Isn't this is a combination bulb? Two circuits? One is a constant-on DRL and the other circuit is the turn signal? The resistor is for the turn signal circuit to prevent hyperflash. Therefore, isn't the resistor eating up current and making heat only when the turn signal is on? If so, during the 99% of operational time while the turn signal is off, the heat is being dissipated? If all assumptions are correct, why the concern about heat on the resistor? Polite corrections requested.

 

DRL, turn signal, parking lamp share same bulb (dual filament bulb).

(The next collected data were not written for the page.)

"""Fuzzed bad files against the importer: every one is a clean, located error and writes nothing.

Hypothesis breaks a small valid portfolio (invented) in ways that make it
wrong by construction:

* **bad cells**, 1-3 at once: a quantity with the wrong dimension, an unknown
  or broken unit, no number, a non-finite value; an unknown enumerated value;
  an impossible date; text over its length limit; a required cell left empty;
  a NUL byte anywhere in a cell;
  and, against the database, an unknown compound or program, a stage change
  or a move between programs (stage changes go through gates);
* **bad files**: bytes that are not UTF-8, an empty file, an unknown, doubled
  or missing column, a row with extra fields, semicolons, random text;
* **bad workbook cells** in an ``.xlsx`` sheet.

Every generated case must raise :class:`~tracker.errors.ImportErrors` whose
errors are all :class:`~tracker.errors.InputError` with a location in one of
the imported files (``file:line: column`` where there is a line and a column),
each on one line, and must include the broken cell's own location.  The
full-import runs check after every case that the database is unchanged (row
counts of every table and the audit chain's head).  Most cases take the
validate-only path (reading + validation, no database); a few hundred run the
full import on one SQLite database and a smaller number on PostgreSQL.
Seeds are fixed (``derandomize``).
"""

from __future__ import annotations

import csv
import io
import tempfile
from dataclasses import dataclass, field
from pathlib import Path

import pytest
from hypothesis import HealthCheck, given, settings
from hypothesis import strategies as st
from openpyxl import Workbook
from openpyxl.cell.cell import ILLEGAL_CHARACTERS_RE

from tracker.db.audit import chain_head
from tracker.db.uow import UnitOfWork
from tracker.domain import STAGES, canonical
from tracker.errors import ImportErrors, InputError
from tracker.io.reading import gather
from tracker.io.specs import SPECS
from tracker.io.validate import validate_tables
from tracker.services.backup import count_rows
from tracker.services.importing import import_path

pytestmark = pytest.mark.slow  # hypothesis fuzzing: CI and --run-slow

FUZZ = settings(derandomize=True, database=None, deadline=None,
                suppress_health_check=[HealthCheck.too_slow, HealthCheck.filter_too_much, HealthCheck.data_too_large])

# ------------------------------------------------------------------ the valid portfolio (invented)
BASE: dict[str, tuple[list[str], list[list[str]]]] = {
    "programs": (["program", "target", "intended_profile", "engagement_threshold", "onset_max", "duration_min", "offset_max", "dosing_interval"],
                 [["Fuzz-A", "Kinase FZ1", "once-daily", "0.8", "2 h", "24 h", "", "24 h"],
                  ["Fuzz-B", "Receptor FZ2", "short-acting", "50 %", "15 min", "", "4 h", ""]]),
    "compounds": (["compound", "program", "series", "stage", "smiles"],
                  [["FZ-001", "Fuzz-A", "S1", "hit", "CCO"], ["FZ-002", "Fuzz-A", "S1", "lead-optimization", ""],
                   ["FZ-003", "Fuzz-A", "S2", "candidate", "c1ccccc1"], ["FZ-004", "Fuzz-B", "", "hit-to-lead", ""],
                   ["FZ-005", "Fuzz-B", "S9", "hit", ""]]),
    "potency": (["compound", "assay", "readout", "value", "incubation", "format", "tracer_conc", "tracer_kd", "tracer_residence_time",
                 "max_response_fraction", "date", "source"],
                [["FZ-001", "TR-FRET binding", "IC50", "3.2 nM", "30 min", "competition-binding", "5 nM", "2 nM", "10 min", "", "2026-01-05", ""],
                 ["FZ-002", "enzyme activity", "Ki", "12 µM", "1 h", "enzyme", "", "", "", "", "", "notebook-17"],
                 ["FZ-003", "cell reporter", "EC50", "0.45 nM", "4 h", "functional", "", "", "", "0.7", "2026-02-11", ""],
                 ["FZ-004", "radioligand", "Kb", "8e-9 M", "90 min", "binding", "", "", "", "", "", ""],
                 ["FZ-005", "TR-FRET binding", "IC50", "40 nM", "30 min", "competition-binding", "5 nM", "2 nM", "10 min", "", "", ""]]),
    "kinetics": (["compound", "method", "kon", "koff", "residence_time", "kd", "kon_low", "kon_high", "koff_low", "koff_high", "date", "source"],
                 [["FZ-001", "spr", "1e6 /M/s", "1e-3 /s", "", "1 nM", "5e5 /M/s", "2e6 /M/s", "5e-4 /s", "2e-3 /s", "2026-01-10", ""],
                  ["FZ-002", "jump-dilution", "", "", "3 h", "", "", "", "", "", "", ""],
                  ["FZ-003", "competition-kinetics", "0.06 /nM/min", "", "45 min", "", "", "", "", "", "2026-02-01", ""],
                  ["FZ-005", "spr", "2e5 /M/s", "4e-3 /s", "", "", "", "", "", "", "", "run 12"]]),
    "pk": (["compound", "species", "route", "half_life", "free_cmax", "tmax", "dosing_interval", "source"],
           [["FZ-003", "rat", "oral", "4 h", "50 nM", "1 h", "24 h", ""], ["FZ-003", "rat", "iv", "3 h", "200 nM", "", "", ""],
            ["FZ-004", "dog", "oral", "90 min", "12 nM", "30 min", "", "study-9"]]),
}
TABLES = tuple(BASE)


def _render(header: list[str], rows: list[list[str]]) -> tuple[str, list[int]]:
    """CSV text and the physical line on which each data row starts (header on line 1)."""
    buf = io.StringIO()
    w = csv.writer(buf, lineterminator="\n")
    w.writerow(header)
    lines = []
    for row in rows:
        lines.append(buf.getvalue().count("\n") + 1)
        w.writerow(row)
    return buf.getvalue(), lines


@dataclass
class Case:
    """A broken portfolio: file contents and the locations that must be reported."""

    files: dict[str, bytes]
    expect: list[tuple[str, int | None, str | None]] = field(default_factory=list)  # (file name, line, column)
    why: str = ""
    xlsx: bool = False
    touched: set[str] = field(default_factory=set)  # files that differ from the valid portfolio


def _files(tables: dict[str, tuple[list[str], list[list[str]]]]) -> tuple[dict[str, bytes], dict[str, list[int]]]:
    files, lines = {}, {}
    for name, (header, rows) in tables.items():
        text, row_lines = _render(header, rows)
        files[f"{name}.csv"] = text.encode("utf-8")
        lines[name] = row_lines
    return files, lines


def _copy() -> dict[str, tuple[list[str], list[list[str]]]]:
    """The valid portfolio with every column of the format (optional columns added later stay empty), so a
    broken cell can land in any column, including ones the format gained after this file was written."""
    out = {}
    for t, (h, rows) in BASE.items():
        extra = [c.name for c in SPECS[t].columns if c.name not in h]
        out[t] = (list(h) + extra, [list(r) + [""] * len(extra) for r in rows])
    return out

DRL and turn signal share same circuit. So resistor is "eating up current" when ever the DRL's are on. So basically anytime other than at night.

 

Personally, I don't give a rats a** what your so called background is. All you do is try to tear people down. Until you've modded your car as some of us are doing, butt out.

 

I have installed every LED light offered from Corvette Mods on my modified 2007 Coupe - interior, rear, front - some nearly 2 years ago. Of course I didn't install any of them myself - had forum vendor ZIP do it. So far, the only problem I have had was with a DRL switchback that arrived damaged - they replaced it no questions asked. I drive my car everyday, rain or shine and no problems with heat or resistors...yet. I have the 6000K DRL's, low beams and switchbacks - no hyper flash. I also have the resistors installed on my Eagle Eyes LED tail lights - no hyper flash. I may be the anomaly here, but I am a very satisfied customer.

 

Awesome. I've got a white C6 and want to do the same thing. do you know where and how the resistor's were mounted?

 

The Eagle Eye LED tail lights have the load equalizers mounted in line. Everything is true plug and play. The DRL's require placing the load equalizer in line on the turn signal wiring on each side so two are required. This prevents hyper flash.

 

Like the vendor, the wires are zip tied and the resistors are free floating in the space between the light socket and the wheel well - they touch nothing and have plenty of open air to assist with the cooling.

 

Exactly how I did mine. No heat issues what so ever. I've had several people mention that they are bright as all get out.